406

1THE AMELIA.

Circuit Court, S. D. New York.

July 19, 1877.

POSSESSION—LEGAL AND EQUITABLE TITLES.

T. built the yacht A. for D., and thereafter accepted part of the purchase money, and was present when D. sold her to one H. by bill of sale, and performed other acts which indicated that he considered himself no longer the owner of the yacht; but the title had never passed from him by any instrument of transfer, or by absolute delivery, and he subsequently claimed the ownership. On suit brought by H. to recover possession, held, that the legal title had never passed from T., and, as against a legal title, an admiralty court will not undertake to enforce au equitable title.

In Admiralty.

JOHNSON, J. The facts found in this case appear in the findings placed on file, and, so far as the material question is concerned, do not differ in substance from those which appeared in the district court. The legal title to the vessel did not pass from Towns, the builder, to Don comb by any instrument of transfer, nor was there any absolute delivery of the yacht. It was part of the agreement that a bill of sale should be executed when the agreement on the part of Don comb was fully performed, and this time never arrived.

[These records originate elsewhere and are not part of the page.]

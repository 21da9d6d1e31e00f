"""Whether this process can do its work now: one check a part, each with a word on what to do.

The answers are public: no address, path, name or error text in them. The log has the errors.
"""

import logging
import time
from collections.abc import Callable
from dataclasses import dataclass
from functools import cache

from django.conf import settings
from django.db import connection
from django.db.migrations.loader import MigrationLoader
from django.db.migrations.recorder import MigrationRecorder

from labplan import datafiles
from labplan.base import append_only, broker, outbox, warming

logger = logging.getLogger(__name__)
# The oldest unfinished message is worth a warning when it is older than this.
WAITED_LONG_S = 300
NOT_LOOKED_AT = "Not looked at: the database does not answer."
_noted: frozenset[str] = frozenset()


class NotReady(Exception):
    """A check that failed; its text is shown to everybody."""


@dataclass(frozen=True)
class Check:
    """A part that is looked at. What is not required is a warning when it fails."""

    name: str
    look: Callable[[], str]
    is_required: bool = True
    needs_database: bool = False


@dataclass(frozen=True)
class Finding:
    name: str
    is_ok: bool
    is_required: bool
    detail: str
    duration_ms: float


@dataclass(frozen=True)
class Readiness:
    findings: tuple[Finding, ...]

    @property
    def is_ready(self) -> bool:
        return all(found.is_ok for found in self.findings if found.is_required)

    @property
    def status(self) -> str:
        if not self.is_ready:
            return "not_ready"
        return "ready" if all(found.is_ok for found in self.findings) else "ready_with_warnings"


def look_at_readiness() -> Readiness:
    """Run every check; none of them raises. What changed since the last look is logged."""
    findings: list[Finding] = []
    is_database_there = True
    for check in CHECKS:
        found = _find(check, is_database_there)
        findings.append(found)
        if check.name == "database":
            is_database_there = found.is_ok
    _log_changes(findings)
    return Readiness(tuple(findings))


def _find(check: Check, is_database_there: bool) -> Finding:
    started = time.monotonic()
    try:
        if check.needs_database and not is_database_there:
            raise NotReady(NOT_LOOKED_AT)
        is_ok, detail = True, check.look()
    except NotReady as error:
        is_ok, detail = False, str(error)
    except Exception as error:
        is_ok, detail = False, "The check broke off; the log of this process says why."
        _remember_error(check.name, error)
    duration_ms = round((time.monotonic() - started) * 1000, 1)
    return Finding(check.name, is_ok, check.is_required, detail, duration_ms)


_errors: dict[str, str] = {}


def _remember_error(name: str, error: Exception) -> None:
    _errors[name] = f"{type(error).__name__}: {error}"


def _log_changes(findings: list[Finding]) -> None:
    """One line when a check begins to fail or works again, not one with every look."""
    global _noted  # noqa: PLW0603 - what this process has said already
    looked = [found for found in findings if found.detail != NOT_LOOKED_AT]
    failed = frozenset(found.name for found in looked if not found.is_ok)
    for found in looked:
        if found.name in failed - _noted:
            why = f"{found.detail} {_errors.pop(found.name, '')}".strip()
            logger.warning("check %s fails: %s", found.name, why, extra={"check": found.name})
        elif found.name in _noted - failed:
            logger.info("check %s is well again", found.name, extra={"check": found.name})
    _noted = failed


# ---- the checks ----


def _look_at_database() -> str:
    try:
        with connection.cursor() as cursor:
            cursor.execute("SELECT 1")
            cursor.fetchone()
    except Exception as error:
        _remember_error("database", error)
        raise NotReady("The database does not answer: start it, or look at DATABASE_URL.") from None
    return "It answers."


@cache
def _migrations_in_code() -> frozenset[tuple[str, str]]:
    """Read once: the code of a running process does not change."""
    return frozenset(MigrationLoader(None, ignore_no_migrations=True).disk_migrations)


def _look_at_migrations() -> str:
    applied = set(MigrationRecorder(connection).applied_migrations())
    missing = _migrations_in_code() - applied
    if missing:
        raise NotReady(f"{len(missing)} are not applied: run 'manage.py migrate'.")
    return "All are applied."


def _look_at_triggers() -> str:
    missing = append_only.missing_triggers()
    if missing:
        _errors["triggers"] = ", ".join(sorted(missing))
        raise NotReady(
            f"{len(missing)} that protect the books are missing: run 'manage.py migrate'."
        )
    return "All are installed."


def _look_at_broker() -> str:
    if not settings.BROKER_URL:
        return "None is configured: requests are taken and wait."
    try:
        broker.client().ping()
    except Exception as error:
        _remember_error("broker", error)
        raise NotReady("The broker does not answer: start it, or look at REDIS_URL.") from None
    return "It answers."


def _look_at_data() -> str:
    loaded = datafiles.data_version()
    try:
        is_same = datafiles.version_on_disk() == loaded
    except OSError as error:
        _remember_error("data", error)
        raise NotReady("The packaged tables cannot be read: install labplan again.") from None
    if not is_same:
        raise NotReady("The packaged tables changed under this process: restart it.")
    return f"Version {loaded} is loaded."


def _look_at_engine() -> str:
    if not warming.is_warm():
        raise NotReady("The engine cannot plan its own test target; the log says why.")
    return "It has planned its test target."


def _look_at_outbox() -> str:
    figures = outbox.outbox_figures()
    if figures.is_paused:
        raise NotReady("It is paused: nothing is sent until 'manage.py outbox resume'.")
    if figures.oldest_age_s > WAITED_LONG_S:
        raise NotReady(
            f"The oldest unfinished message has waited {figures.oldest_age_s:.0f} s: look at the "
            "relay and the workers."
        )
    return "Nothing has waited long."


CHECKS = (
    Check("database", _look_at_database),
    Check("migrations", _look_at_migrations, needs_database=True),
    Check("triggers", _look_at_triggers, needs_database=True),
    Check("broker", _look_at_broker),
    Check("data", _look_at_data),
    Check("engine", _look_at_engine),
    Check("outbox", _look_at_outbox, is_required=False, needs_database=True),
)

The case, therefore, is substantially, as it is stated in the opinion of the district court, an attempt to enforce an equitable interest as against a legal title. This the court of admiralty does not undertake. When it proceeds in a petitory suit, it proceeds upon legal title. Kellum v. Emerson, 2 Curt. 79; The S. C. Ives, New. 205; The John Jay, 3 Blatted. 67, 69; 2 Pars. Shipp. & Adm. 237, note 2. I do not find, and have not been referred to, any case which has been decided in this circuit, or in the supreme court of the United States, which holds a different doctrine; and I should be very unwilling to undertake to introduce a new and, at the least, a doubtful rule, in a case where my decision could not be reviewed, and would be “controlling precedent. If such a rule existed there could not fail to be numerous cases in which it must have been acted on. In Ward v. Peck, 18 How. 267, the claimant's case depended on matters clearly within the admiralty jurisdiction,—the power of a master to sell the ship,—and the libelant's had the legal title unless it had been divested by the master's sale; and their legal title was sustained. There are other cases of this class, but they are not thought to conflict with the views expressed in this case by the district court, and which I have adopted.

The decree must be affirmed, with costs.